En Patagonie, cette région d’un million de kilomètres carrés à la pointe méridionale de l’Amérique du Sud, il a refait le «parcours d’un glaçon», sondé les séracs du glacier Perito Moreno, plongé ses micros du lac Argentine à l’Atlantique Sud en passant par les eaux tumultueuses du fleuve Santa Cruz. Pourquoi là-bas? Pourquoi pas les glaciers valaisans, le Rhône, le Léman, voire la Méditerranée? «L’océan a une part d’imaginaire, de relaxation, les sons, le vent, l’odeur d’iode, le grand large, c’est encore une dimension supplémentaire», répond-il, joignant le souvenir à la parole, parlant de ce moment où, alors que Nils et lui n’attendaient plus rien, parce qu’on leur avait dit qu’ils arrivaient «un mois trop tard», il réussit à capter les sons, le souffle d’une baleine et de son petit. «C’était magique; le projet était réussi…», sourit le musicien, que l’on devine encore ému.

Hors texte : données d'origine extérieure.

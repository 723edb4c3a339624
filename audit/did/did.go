package did

import (
	"context"
	"fmt"
	"math/rand/v2"

	"gonum.org/v1/gonum/mat"

	"github.com/loadwake/loadwake/audit/did/internal/robust"
	"github.com/loadwake/loadwake/audit/infer"
	"github.com/loadwake/loadwake/audit/panel"
)

// The classic difference-in-differences, kept for reference next to the
// staggered estimators.
//
// did-2x2 compares, for every unit, its mean outcome after treatment with its
// mean before, and the treated units' change with the matched controls' change
// over the same months. With several cohorts each cohort g contributes its
// treated units and all never-treated controls with windows split at g; the
// long differences ΔY(u,g) are regressed on a treated dummy with one intercept
// per cohort (weights: matching weights), so with a single cohort the slope is
// exactly (Ȳ treated post − Ȳ treated pre) − (Ȳ control post − Ȳ control pre),
// the 2x2 of Card & Krueger (1994, Table 3). Pre and post windows are
// limited to the event window of Options.

// diffRow is one long difference of the 2x2 design.
type diffRow struct {
	cohort  int // index into cohorts
	treated bool
	unit    int
	d       float64 // ΔY = post mean − pre mean
	post    float64 // post mean (for the counterfactual level)
	w       float64
}

// longDiffs builds the 2x2 rows of outcome y for every cohort.
func longDiffs(p *panel.Panel, y []float64, cohorts []int, win Window) []diffRow {
	var rows []diffRow
	T := p.Months
	for ci, g := range cohorts {
		lo := max(0, g-win.Pre)
		hi := min(T, g+win.Post)
		if g-lo < 1 || hi-g < 1 {
			continue
		}
		for u, un := range p.Units {
			if un.Weight <= 0 || (un.FirstTreated != g && un.FirstTreated != -1) {
				continue
			}
			pre, post := 0.0, 0.0
			for t := lo; t < g; t++ {
				pre += y[u*T+t]
			}
			for t := g; t < hi; t++ {
				post += y[u*T+t]
			}
			pre /= float64(g - lo)
			post /= float64(hi - g)
			rows = append(rows, diffRow{cohort: ci, treated: un.FirstTreated == g, unit: u, d: post - pre, post: post, w: un.Weight})
		}
	}
	return rows
}

// did2x2 estimates the pooled 2x2 difference-in-differences of outcome y.
func did2x2(ctx context.Context, p *panel.Panel, y []float64, cohorts []int, cl []int, G int, opts Options, rng *rand.Rand) (*estimate, error) {
	rows := longDiffs(p, y, cohorts, opts.Window)
	nc := len(cohorts)
	// absorb cohort intercepts: weighted cohort means removed from x and y.
	x := make([]float64, len(rows))
	d := make([]float64, len(rows))
	w := make([]float64, len(rows))
	rc := make([]int, len(rows))
	ncl := make([]int, len(rows))
	for i, r := range rows {
		if r.treated {
			x[i] = 1
		}
		d[i], w[i], rc[i], ncl[i] = r.d, r.w, r.cohort, cl[r.unit]
	}
	absorb := func(v []float64) { robust.DemeanGroups(v, w, rc, nc) }
	tUnits, cUnits := map[int]bool{}, map[int]bool{}
	tClusters := map[int]bool{}
	postSum, postN := 0.0, 0.0
	for _, r := range rows {
		if r.treated {
			tUnits[r.unit] = true
			tClusters[cl[r.unit]] = true
			postSum += r.post
			postN++
		} else {
			cUnits[r.unit] = true
		}
	}
	if len(tUnits) < 2 || len(cUnits) < 2 {
		return nil, fmt.Errorf("%d treated and %d control units with months on both sides of treatment; need at least 2 of each", len(tUnits), len(cUnits))
	}
	reg := robust.OneReg{X: x, Y: d, W: w, Cl: ncl, G: G, KParams: nc + 1, Absorb: absorb}
	res, err := reg.Fit()
	if err != nil {
		return nil, err
	}
	e := &estimate{att: res.B, se: res.SE, treatedUnits: len(tUnits), controlUnits: len(cUnits),
		note: fmt.Sprintf("pooled 2x2 long differences, %d cohort(s), window %d months before and %d after, cohort intercepts", nc, opts.Window.Pre, opts.Window.Post)}
	tc := len(tClusters)
	if opts.useBootstrap(tc) {
		// The same regression with the cohort intercepts as columns, for
		// the restricted wild cluster bootstrap.
		xd := mat.NewDense(len(rows), 1+nc, nil)
		for i := range rows {
			xd.Set(i, 0, x[i])
			xd.Set(i, 1+rc[i], 1)
		}
		a := make([]float64, 1+nc)
		a[0] = 1
		if err := e.setWildRestricted(ctx, infer.Design{X: xd, Y: d, Weights: w, Cluster: ncl}, a, tc, opts, rng); err != nil {
			return nil, err
		}
	} else {
		c := robust.Critical(tc, res.G)
		e.lo, e.hi = res.B-c*res.SE, res.B+c*res.SE
		e.p = robust.PTwoSided(res.B/res.SE, tc, res.G)
		e.method = robust.AnalyticName(tc, res.G)
	}
	e.setRelativeLinear(postSum / postN)
	return e, nil
}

Les échos sonores des images
Nils Martenet ne l’est pas moins. «Tout ce qui s’est passé en Patagonie en novembre-décembre 2022 est tellement incroyable. C’était une telle matière qu’il fallait en faire quelque chose.» C’est qu’au départ, le Montheysan n’était là «que» pour documenter, nourrir d’images le processus de réalisation de l’album de Vouipe, créé in situ. Et puis Dimitri Güdemann s’est senti gêné par les entournures d’un objectif trop centré sur sa personne, et le projet s’est fait collectif.

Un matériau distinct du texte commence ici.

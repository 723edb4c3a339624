package did

import (
	"math"
	"testing"

	"github.com/loadwake/loadwake/audit/did/internal/robust"
	"github.com/loadwake/loadwake/audit/did/poisson"
	"github.com/loadwake/loadwake/audit/internal/reftest"
	"gonum.org/v1/gonum/mat"
)

// TestCR1Petersen checks the cluster-robust variance against Petersen's (2009,
// Review of Financial Studies 22(1)) simulated test data, as shipped in R's
// sandwich package (data set PetersenCL; testdata/petersen.csv, made by
// testdata/R/petersen.R).
func TestCR1Petersen(t *testing.T) {
	_, rows := reftest.ReadCSV(t, "testdata/petersen.csv")
	if len(rows) != 5000 {
		t.Fatalf("petersen.csv has %d rows, want 5000", len(rows))
	}
	x := mat.NewDense(len(rows), 2, nil)
	y := make([]float64, len(rows))
	firm := make([]int, len(rows))
	year := make([]int, len(rows))
	for i, r := range rows {
		firm[i] = int(reftest.Atof(t, r[0])) - 1
		year[i] = int(reftest.Atof(t, r[1])) - 1
		x.Set(i, 0, 1)
		x.Set(i, 1, reftest.Atof(t, r[2]))
		y[i] = reftest.Atof(t, r[3])
	}
	byFirm, err := olsCR1(x, y, nil, firm, 500)
	if err != nil {
		t.Fatal(err)
	}
	byYear, err := olsCR1(x, y, nil, year, 10)
	if err != nil {
		t.Fatal(err)
	}
	ref := reftest.Terms(t, "testdata/petersen_ref.csv")["x"]
	cases := []struct {
		name      string
		got, want float64
		published float64 // Petersen's web page / sandwich vignette values, 5 digits
	}{
		// R 4.2.2 lm() and sandwich 3.0.2 vcovCL(type = "HC1"), written by testdata/R/petersen.R
		{"slope", byFirm.beta[1], ref["estimate"], 1.03483},
		{"OLS SE", math.Sqrt(byFirm.vOLS.At(1, 1)), ref["se_ols"], 0.02858},
		{"firm-clustered SE", math.Sqrt(byFirm.vCR1.At(1, 1)), ref["se_firm"], 0.05060},
		{"year-clustered SE", math.Sqrt(byYear.vCR1.At(1, 1)), ref["se_year"], 0.03339},
	}
	for _, c := range cases {
		t.Run(c.name, func(t *testing.T) {
			if math.Abs(c.got-c.want) > 1e-8 {
				t.Errorf("got %.10f, R sandwich gives %.10f", c.got, c.want)
			}
			if math.Abs(c.got-c.published) > 1e-4 {
				t.Errorf("got %.6f, published %.5f", c.got, c.published)
			}
		})
	}
}

func TestWaldChi2(t *testing.T) {
	// chi-square(2) survival at 5.991465 is 0.05 (standard table value, e.g.
	// NIST/SEMATECH e-Handbook of Statistical Methods, table 1.3.6.7.4).
	v := mat.NewSymDense(2, []float64{1, 0, 0, 1})
	stat, df, p, ok := robust.WaldChi2([]float64{math.Sqrt(5.991465 / 2), math.Sqrt(5.991465 / 2)}, v)
	if !ok || df != 2 || math.Abs(stat-5.991465) > 1e-9 || math.Abs(p-0.05) > 1e-6 {
		t.Errorf("Wald: stat %v df %d p %v ok %v; want 5.991465, 2, 0.05", stat, df, p, ok)
	}
	if _, _, _, ok := robust.WaldChi2([]float64{1, 1}, mat.NewSymDense(2, []float64{1, 1, 1, 1})); ok {
		t.Error("singular variance accepted")
	}
}

func TestCritical(t *testing.T) {
	// Normal 0.975 robust.Quantile 1.959964 and t(9) 0.975 robust.Quantile 2.262157 (standard tables).
	if c := robust.Critical(40, 100); math.Abs(c-1.959964) > 1e-6 {
		t.Errorf("many clusters: %v", c)
	}
	if c := robust.Critical(5, 10); math.Abs(c-2.262157) > 1e-6 {
		t.Errorf("10 clusters: %v", c)
	}
}

func TestQuantileType7(t *testing.T) {
	// R: robust.Quantile(c(1, 2, 3, 4, 10), 0.95) is 8.8 (type 7, R's default).
	if q := robust.Quantile([]float64{10, 1, 3, 2, 4}, 0.95); math.Abs(q-8.8) > 1e-12 {
		t.Errorf("got %v, want 8.8", q)
	}
}

// The OLS fit below is test support only: it checks robust.SandwichCR1, which the
// linear event study uses, against R on Petersen's data.

// olsFit is a weighted least-squares fit with classic and cluster-robust
// variances.
type olsFit struct {
	beta  []float64
	vOLS  *mat.SymDense // σ²(X'WX)⁻¹
	vCR1  *mat.SymDense // CR1 cluster-robust
	resid []float64
	n, k  int
	g     int // clusters with at least one observation of positive weight
}

// olsCR1 fits y on the columns of x (n×k, already holding any intercept) with
// observation weights w (nil for 1) and returns CR1 variances by cluster
// (cluster[i] in [0, G)). Observations with weight 0 are ignored.
func olsCR1(x *mat.Dense, y, w []float64, cluster []int, G int) (*olsFit, error) {
	n, k := x.Dims()
	xtx := mat.NewSymDense(k, nil)
	xty := make([]float64, k)
	nEff := 0
	for i := 0; i < n; i++ {
		wi := 1.0
		if w != nil {
			wi = w[i]
		}
		if wi == 0 {
			continue
		}
		nEff++
		row := x.RawRowView(i)
		for a := 0; a < k; a++ {
			xty[a] += wi * row[a] * y[i]
			for b := a; b < k; b++ {
				xtx.SetSym(a, b, xtx.At(a, b)+wi*row[a]*row[b])
			}
		}
	}
	if nEff <= k {
		return nil, errSingular
	}
	var inv mat.SymDense
	if err := poisson.InvSym(&inv, xtx); err != nil {
		return nil, err
	}
	beta := make([]float64, k)
	bv := mat.NewVecDense(k, beta)
	bv.MulVec(&inv, mat.NewVecDense(k, xty))
	resid := make([]float64, n)
	ssr := 0.0
	scores := make([]float64, G*k)
	used := make([]bool, G)
	for i := 0; i < n; i++ {
		wi := 1.0
		if w != nil {
			wi = w[i]
		}
		row := x.RawRowView(i)
		fit := 0.0
		for a := 0; a < k; a++ {
			fit += row[a] * beta[a]
		}
		resid[i] = y[i] - fit
		if wi == 0 {
			continue
		}
		ssr += wi * resid[i] * resid[i]
		g := cluster[i]
		used[g] = true
		for a := 0; a < k; a++ {
			scores[g*k+a] += wi * row[a] * resid[i]
		}
	}
	f := &olsFit{beta: beta, resid: resid, n: nEff, k: k}
	f.vOLS = mat.NewSymDense(k, nil)
	f.vOLS.ScaleSym(ssr/float64(nEff-k), &inv)
	f.vCR1, f.g = robust.SandwichCR1(&inv, scores, used, k, nEff, k)
	return f, nil
}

Et l’alchimie a opéré. «J’étais à côté de Dimitri tout au long de la création, on a partagé les mêmes choses, les mêmes énergies, souligne Nils Martenet, dont les racines musicales sont profondes. Les gens qui sont venus voir l’expo m’ont dit qu’ils sentaient l’influence du son dans les images. Le son, c’est des ondes, comme l’eau…» C’est ce que relève le photographe Cédric Raccio, curateur de l’exposition. «Dans cette série, Nils capture les textures et les échelles mystérieuses des paysages de Patagonie. Chaque image, qu’il s’agisse d’une goutte d’eau ou d’une étendue de glace, semble contenir un écho sonore, brouillant les repères visuels pour une expérience immersive unique», note-t-il.
Une immersion qui sera donc totale le 19 décembre prochain avec un spectacle audio-visuel qui fusionnera la musique de Vouipe, dont l’intégralité de l’album «Bajo El Agua» sera joué en live aux côtés de Maria de la Paz, les images de Nils Martenet en mode VJing – animation visuelle projetée –, et la performance chorégraphique de Marion Geisler et Mehdi Berdai, artistes de danse contemporaine. La plongée promet d’être grandiose.
«INMERSO», exposition photo et documentaire dans la galerie du Théâtre du Crochetan à Monthey jusqu’au 19 décembre.
Spectacle audio-visuel le 19 décembre à 20h.